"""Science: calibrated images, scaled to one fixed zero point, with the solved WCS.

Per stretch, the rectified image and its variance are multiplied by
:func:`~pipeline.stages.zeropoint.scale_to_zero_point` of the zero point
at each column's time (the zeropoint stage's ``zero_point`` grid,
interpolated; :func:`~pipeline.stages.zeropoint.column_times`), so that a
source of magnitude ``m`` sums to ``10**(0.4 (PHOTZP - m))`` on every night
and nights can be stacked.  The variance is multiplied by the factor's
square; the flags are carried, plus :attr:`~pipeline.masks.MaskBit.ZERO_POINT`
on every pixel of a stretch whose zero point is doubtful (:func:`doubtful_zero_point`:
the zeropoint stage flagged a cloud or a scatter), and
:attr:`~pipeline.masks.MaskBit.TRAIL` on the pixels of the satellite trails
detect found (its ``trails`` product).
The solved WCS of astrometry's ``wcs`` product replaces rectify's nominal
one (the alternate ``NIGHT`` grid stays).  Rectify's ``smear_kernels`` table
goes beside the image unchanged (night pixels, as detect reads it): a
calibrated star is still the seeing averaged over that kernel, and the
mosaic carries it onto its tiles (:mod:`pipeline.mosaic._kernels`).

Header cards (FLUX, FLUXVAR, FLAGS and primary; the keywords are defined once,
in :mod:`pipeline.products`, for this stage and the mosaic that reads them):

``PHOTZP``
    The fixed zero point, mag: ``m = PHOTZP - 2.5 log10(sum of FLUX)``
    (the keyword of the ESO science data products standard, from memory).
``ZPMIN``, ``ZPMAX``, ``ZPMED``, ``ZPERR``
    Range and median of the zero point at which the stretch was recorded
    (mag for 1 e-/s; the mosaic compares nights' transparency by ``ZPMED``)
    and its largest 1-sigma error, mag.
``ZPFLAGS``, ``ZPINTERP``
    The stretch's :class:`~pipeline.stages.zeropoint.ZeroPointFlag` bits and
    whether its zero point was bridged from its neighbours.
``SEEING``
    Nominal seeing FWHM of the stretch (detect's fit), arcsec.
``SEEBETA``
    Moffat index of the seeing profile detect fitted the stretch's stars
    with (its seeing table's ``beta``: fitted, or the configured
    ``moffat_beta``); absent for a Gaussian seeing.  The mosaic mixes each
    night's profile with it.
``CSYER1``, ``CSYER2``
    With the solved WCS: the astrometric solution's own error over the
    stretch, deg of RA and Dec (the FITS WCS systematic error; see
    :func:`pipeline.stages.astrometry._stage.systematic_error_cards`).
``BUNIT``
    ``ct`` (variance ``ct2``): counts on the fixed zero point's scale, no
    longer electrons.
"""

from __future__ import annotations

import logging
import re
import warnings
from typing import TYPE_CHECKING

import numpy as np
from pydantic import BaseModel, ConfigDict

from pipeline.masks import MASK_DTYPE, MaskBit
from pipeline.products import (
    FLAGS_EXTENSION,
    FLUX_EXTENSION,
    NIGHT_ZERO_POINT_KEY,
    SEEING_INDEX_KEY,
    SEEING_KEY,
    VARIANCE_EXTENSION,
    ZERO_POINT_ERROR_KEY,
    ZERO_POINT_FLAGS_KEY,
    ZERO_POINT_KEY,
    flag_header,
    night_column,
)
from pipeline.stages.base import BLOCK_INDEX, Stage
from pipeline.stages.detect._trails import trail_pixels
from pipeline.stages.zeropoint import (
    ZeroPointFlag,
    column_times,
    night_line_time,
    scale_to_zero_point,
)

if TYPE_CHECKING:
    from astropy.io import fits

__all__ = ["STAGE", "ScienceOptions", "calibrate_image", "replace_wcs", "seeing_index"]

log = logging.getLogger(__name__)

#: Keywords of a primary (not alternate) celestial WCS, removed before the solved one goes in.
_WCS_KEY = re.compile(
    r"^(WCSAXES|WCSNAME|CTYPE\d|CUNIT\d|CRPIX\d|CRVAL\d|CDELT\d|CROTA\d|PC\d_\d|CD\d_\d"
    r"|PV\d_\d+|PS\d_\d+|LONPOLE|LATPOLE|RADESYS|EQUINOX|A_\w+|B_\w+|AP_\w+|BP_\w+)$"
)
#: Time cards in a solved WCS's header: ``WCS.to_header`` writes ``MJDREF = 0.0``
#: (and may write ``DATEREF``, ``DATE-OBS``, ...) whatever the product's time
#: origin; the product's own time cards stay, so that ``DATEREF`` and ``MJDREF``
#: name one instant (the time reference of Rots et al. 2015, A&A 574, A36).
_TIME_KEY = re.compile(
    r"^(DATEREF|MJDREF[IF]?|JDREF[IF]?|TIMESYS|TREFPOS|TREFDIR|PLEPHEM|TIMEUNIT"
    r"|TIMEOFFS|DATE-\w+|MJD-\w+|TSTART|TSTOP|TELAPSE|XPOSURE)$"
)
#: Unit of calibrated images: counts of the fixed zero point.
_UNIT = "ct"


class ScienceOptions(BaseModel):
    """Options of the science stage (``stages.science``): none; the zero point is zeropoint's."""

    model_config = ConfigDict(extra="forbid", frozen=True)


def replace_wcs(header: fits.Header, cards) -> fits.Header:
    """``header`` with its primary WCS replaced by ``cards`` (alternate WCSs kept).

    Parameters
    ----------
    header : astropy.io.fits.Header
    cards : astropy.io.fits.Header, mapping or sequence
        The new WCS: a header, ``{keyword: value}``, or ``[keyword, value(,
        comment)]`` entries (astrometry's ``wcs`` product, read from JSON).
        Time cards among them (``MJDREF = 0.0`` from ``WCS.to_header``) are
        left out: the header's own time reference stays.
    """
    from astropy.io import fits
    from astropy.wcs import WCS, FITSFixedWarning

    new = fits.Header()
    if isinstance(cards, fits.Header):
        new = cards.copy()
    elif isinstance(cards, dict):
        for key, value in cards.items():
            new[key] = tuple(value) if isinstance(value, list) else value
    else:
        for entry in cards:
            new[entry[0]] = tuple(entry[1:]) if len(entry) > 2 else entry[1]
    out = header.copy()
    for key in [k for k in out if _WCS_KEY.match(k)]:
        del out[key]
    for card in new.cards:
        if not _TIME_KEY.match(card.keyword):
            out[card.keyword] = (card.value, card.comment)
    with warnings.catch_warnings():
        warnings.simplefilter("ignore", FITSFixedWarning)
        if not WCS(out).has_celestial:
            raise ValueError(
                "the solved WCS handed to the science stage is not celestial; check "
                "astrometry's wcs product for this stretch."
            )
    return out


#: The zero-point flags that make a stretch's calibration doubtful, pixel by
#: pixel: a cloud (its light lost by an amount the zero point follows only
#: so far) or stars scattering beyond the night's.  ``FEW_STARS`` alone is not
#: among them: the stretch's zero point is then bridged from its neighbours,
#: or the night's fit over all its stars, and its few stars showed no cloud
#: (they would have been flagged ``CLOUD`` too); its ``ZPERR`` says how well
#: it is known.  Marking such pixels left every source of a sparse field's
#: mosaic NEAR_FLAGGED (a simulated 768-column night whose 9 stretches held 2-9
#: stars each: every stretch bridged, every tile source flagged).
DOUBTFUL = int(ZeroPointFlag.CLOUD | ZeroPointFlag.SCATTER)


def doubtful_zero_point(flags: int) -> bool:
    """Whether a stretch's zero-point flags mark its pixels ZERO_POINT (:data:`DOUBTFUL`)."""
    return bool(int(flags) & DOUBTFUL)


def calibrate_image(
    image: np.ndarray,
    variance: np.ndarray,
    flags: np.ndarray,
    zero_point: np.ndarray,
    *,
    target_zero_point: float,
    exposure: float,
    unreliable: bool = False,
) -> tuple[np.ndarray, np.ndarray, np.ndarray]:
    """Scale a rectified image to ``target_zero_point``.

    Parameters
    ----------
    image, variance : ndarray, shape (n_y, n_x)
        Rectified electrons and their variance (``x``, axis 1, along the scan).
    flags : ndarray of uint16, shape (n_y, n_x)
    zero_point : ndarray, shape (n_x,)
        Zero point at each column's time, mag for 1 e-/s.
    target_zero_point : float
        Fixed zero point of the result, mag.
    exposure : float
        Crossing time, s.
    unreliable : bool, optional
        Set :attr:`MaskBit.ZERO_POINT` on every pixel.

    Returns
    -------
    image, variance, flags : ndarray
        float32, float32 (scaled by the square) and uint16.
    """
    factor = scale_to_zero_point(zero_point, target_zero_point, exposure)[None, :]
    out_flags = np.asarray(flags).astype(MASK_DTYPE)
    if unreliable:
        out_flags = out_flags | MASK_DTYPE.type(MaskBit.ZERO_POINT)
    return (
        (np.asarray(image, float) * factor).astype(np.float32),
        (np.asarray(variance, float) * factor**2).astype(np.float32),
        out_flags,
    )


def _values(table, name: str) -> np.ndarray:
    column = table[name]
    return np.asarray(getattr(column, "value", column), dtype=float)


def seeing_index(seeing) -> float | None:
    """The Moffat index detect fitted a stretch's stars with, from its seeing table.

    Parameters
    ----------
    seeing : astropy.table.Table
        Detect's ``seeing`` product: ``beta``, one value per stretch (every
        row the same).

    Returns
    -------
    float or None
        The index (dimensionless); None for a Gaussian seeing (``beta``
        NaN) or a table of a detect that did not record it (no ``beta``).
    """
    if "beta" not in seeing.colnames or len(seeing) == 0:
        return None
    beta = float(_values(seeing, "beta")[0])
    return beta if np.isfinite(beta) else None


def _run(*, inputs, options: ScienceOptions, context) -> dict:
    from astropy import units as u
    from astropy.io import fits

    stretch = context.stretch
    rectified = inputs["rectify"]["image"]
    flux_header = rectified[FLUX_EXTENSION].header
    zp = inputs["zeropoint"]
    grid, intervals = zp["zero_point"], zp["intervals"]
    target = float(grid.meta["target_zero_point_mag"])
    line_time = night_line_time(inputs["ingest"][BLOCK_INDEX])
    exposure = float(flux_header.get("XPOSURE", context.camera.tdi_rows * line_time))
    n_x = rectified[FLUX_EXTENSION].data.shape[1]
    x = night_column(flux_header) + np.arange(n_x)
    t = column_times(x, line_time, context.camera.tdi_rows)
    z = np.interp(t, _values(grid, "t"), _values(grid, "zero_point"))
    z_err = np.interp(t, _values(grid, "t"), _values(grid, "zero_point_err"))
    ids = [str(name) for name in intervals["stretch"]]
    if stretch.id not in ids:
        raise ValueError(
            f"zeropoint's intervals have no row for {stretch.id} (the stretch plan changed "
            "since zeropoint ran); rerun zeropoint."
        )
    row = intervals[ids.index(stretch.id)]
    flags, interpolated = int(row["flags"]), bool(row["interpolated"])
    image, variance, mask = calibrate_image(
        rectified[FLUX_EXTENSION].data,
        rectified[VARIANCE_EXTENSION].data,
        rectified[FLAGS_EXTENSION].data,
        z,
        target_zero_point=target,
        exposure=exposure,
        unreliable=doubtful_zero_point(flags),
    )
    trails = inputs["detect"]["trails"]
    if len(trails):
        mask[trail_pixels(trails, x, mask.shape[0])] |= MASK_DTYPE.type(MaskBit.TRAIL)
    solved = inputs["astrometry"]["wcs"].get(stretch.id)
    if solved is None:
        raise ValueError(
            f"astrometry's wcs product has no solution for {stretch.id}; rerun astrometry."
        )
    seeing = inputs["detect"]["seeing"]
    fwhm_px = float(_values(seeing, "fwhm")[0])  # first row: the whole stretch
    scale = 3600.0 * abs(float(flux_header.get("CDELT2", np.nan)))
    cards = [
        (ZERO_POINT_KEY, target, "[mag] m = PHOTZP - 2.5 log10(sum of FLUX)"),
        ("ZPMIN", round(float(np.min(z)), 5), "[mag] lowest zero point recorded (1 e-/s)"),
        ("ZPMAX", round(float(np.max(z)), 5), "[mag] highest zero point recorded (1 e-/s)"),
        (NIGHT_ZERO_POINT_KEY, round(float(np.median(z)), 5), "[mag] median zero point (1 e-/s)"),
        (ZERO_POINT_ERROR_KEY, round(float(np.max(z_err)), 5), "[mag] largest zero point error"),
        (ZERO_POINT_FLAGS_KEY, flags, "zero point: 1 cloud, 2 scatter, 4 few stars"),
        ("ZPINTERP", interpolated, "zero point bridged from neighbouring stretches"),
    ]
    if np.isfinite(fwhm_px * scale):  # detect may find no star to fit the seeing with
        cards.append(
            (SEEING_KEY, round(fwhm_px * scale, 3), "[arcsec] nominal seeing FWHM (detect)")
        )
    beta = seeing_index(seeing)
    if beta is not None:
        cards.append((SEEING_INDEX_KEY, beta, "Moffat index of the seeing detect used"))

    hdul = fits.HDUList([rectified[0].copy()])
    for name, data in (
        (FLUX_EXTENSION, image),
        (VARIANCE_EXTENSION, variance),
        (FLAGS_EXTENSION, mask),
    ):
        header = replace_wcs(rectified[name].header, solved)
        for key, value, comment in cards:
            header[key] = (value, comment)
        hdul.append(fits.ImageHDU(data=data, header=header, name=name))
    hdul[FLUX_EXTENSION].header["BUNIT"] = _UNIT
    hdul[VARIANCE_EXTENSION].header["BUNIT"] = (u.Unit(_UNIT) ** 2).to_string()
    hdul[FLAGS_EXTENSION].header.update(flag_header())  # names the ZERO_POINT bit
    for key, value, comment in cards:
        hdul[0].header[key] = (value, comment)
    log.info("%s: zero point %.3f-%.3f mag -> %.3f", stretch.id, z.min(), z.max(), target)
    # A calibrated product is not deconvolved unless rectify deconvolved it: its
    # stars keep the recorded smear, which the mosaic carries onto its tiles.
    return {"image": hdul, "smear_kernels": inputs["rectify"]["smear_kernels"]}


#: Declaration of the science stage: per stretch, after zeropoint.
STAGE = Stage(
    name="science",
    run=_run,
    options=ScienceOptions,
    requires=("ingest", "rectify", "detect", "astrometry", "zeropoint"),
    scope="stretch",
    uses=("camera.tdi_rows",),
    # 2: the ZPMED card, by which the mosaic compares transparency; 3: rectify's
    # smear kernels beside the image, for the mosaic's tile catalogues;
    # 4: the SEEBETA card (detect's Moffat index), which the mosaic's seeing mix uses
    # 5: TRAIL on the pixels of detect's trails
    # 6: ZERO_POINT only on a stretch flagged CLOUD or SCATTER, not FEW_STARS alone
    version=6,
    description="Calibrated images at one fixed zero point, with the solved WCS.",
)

▬▬▬▬▬▬

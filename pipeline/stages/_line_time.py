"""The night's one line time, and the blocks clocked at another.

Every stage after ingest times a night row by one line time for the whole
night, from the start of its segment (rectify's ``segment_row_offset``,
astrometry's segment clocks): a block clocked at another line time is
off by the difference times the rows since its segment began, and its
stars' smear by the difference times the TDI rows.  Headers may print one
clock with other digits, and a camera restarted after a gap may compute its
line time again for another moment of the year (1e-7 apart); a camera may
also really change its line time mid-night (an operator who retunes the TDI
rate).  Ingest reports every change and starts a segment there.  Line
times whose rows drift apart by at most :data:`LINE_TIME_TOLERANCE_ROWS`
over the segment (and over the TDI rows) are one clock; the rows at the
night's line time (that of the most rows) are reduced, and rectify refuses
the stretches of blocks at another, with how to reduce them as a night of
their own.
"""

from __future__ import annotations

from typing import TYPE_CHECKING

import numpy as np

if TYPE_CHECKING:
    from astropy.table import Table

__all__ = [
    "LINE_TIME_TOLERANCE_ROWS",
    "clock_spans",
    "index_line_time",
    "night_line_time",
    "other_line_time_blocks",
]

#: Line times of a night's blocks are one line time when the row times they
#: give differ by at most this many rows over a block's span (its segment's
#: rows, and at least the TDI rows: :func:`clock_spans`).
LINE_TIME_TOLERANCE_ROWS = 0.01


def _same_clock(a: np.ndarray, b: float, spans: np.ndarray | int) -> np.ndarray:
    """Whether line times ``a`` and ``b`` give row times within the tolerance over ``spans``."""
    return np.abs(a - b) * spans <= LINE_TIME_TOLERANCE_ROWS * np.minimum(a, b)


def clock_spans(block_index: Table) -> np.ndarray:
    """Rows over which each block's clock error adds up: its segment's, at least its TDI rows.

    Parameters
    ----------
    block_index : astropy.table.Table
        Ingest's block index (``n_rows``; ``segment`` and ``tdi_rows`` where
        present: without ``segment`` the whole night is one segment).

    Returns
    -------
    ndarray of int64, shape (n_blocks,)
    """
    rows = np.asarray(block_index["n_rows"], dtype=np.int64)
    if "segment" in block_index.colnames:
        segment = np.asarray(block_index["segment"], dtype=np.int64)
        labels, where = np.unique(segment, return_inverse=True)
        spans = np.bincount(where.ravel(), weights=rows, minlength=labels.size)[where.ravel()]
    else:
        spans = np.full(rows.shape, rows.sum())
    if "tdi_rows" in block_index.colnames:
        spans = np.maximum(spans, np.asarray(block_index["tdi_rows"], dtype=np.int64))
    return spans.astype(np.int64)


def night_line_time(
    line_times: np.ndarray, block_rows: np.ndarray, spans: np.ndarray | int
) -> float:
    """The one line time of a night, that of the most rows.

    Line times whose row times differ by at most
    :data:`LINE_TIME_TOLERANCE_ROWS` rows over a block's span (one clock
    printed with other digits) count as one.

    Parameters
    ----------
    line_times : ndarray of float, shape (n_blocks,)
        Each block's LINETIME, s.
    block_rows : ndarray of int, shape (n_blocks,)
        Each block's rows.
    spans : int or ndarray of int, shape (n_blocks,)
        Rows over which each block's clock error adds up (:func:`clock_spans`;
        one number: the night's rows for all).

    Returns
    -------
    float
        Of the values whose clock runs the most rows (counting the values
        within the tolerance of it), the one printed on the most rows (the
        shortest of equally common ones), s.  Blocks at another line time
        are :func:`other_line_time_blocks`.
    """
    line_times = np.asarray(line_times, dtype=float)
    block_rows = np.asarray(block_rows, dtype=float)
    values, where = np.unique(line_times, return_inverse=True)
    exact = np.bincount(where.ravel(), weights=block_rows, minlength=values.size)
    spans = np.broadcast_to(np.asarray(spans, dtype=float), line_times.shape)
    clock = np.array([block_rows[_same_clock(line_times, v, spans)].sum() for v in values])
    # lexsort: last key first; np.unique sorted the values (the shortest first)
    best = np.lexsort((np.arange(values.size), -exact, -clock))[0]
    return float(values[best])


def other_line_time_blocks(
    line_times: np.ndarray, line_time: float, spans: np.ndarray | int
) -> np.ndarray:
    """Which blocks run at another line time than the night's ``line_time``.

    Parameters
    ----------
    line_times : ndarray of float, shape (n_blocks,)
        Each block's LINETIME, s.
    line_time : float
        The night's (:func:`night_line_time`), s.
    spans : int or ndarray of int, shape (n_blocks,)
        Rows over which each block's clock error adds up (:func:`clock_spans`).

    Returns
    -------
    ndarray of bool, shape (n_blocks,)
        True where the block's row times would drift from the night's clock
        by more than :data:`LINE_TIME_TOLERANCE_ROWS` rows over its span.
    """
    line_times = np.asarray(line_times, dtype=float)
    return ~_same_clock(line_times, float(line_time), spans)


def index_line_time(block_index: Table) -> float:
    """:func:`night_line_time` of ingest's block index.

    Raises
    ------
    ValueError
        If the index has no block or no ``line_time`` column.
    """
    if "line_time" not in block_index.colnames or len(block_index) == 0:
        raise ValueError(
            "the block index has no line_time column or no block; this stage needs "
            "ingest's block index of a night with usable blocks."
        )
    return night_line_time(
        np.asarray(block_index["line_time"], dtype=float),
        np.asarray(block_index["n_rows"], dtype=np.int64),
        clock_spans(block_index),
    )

▬▬▬▬▬▬

| Your task |
Which lines of the data include the word "unique"? Copy each one.

| Reply |
        labels, where = np.unique(segment, return_inverse=True)
    values, where = np.unique(line_times, return_inverse=True)
    # lexsort: last key first; np.unique sorted the values (the shortest first)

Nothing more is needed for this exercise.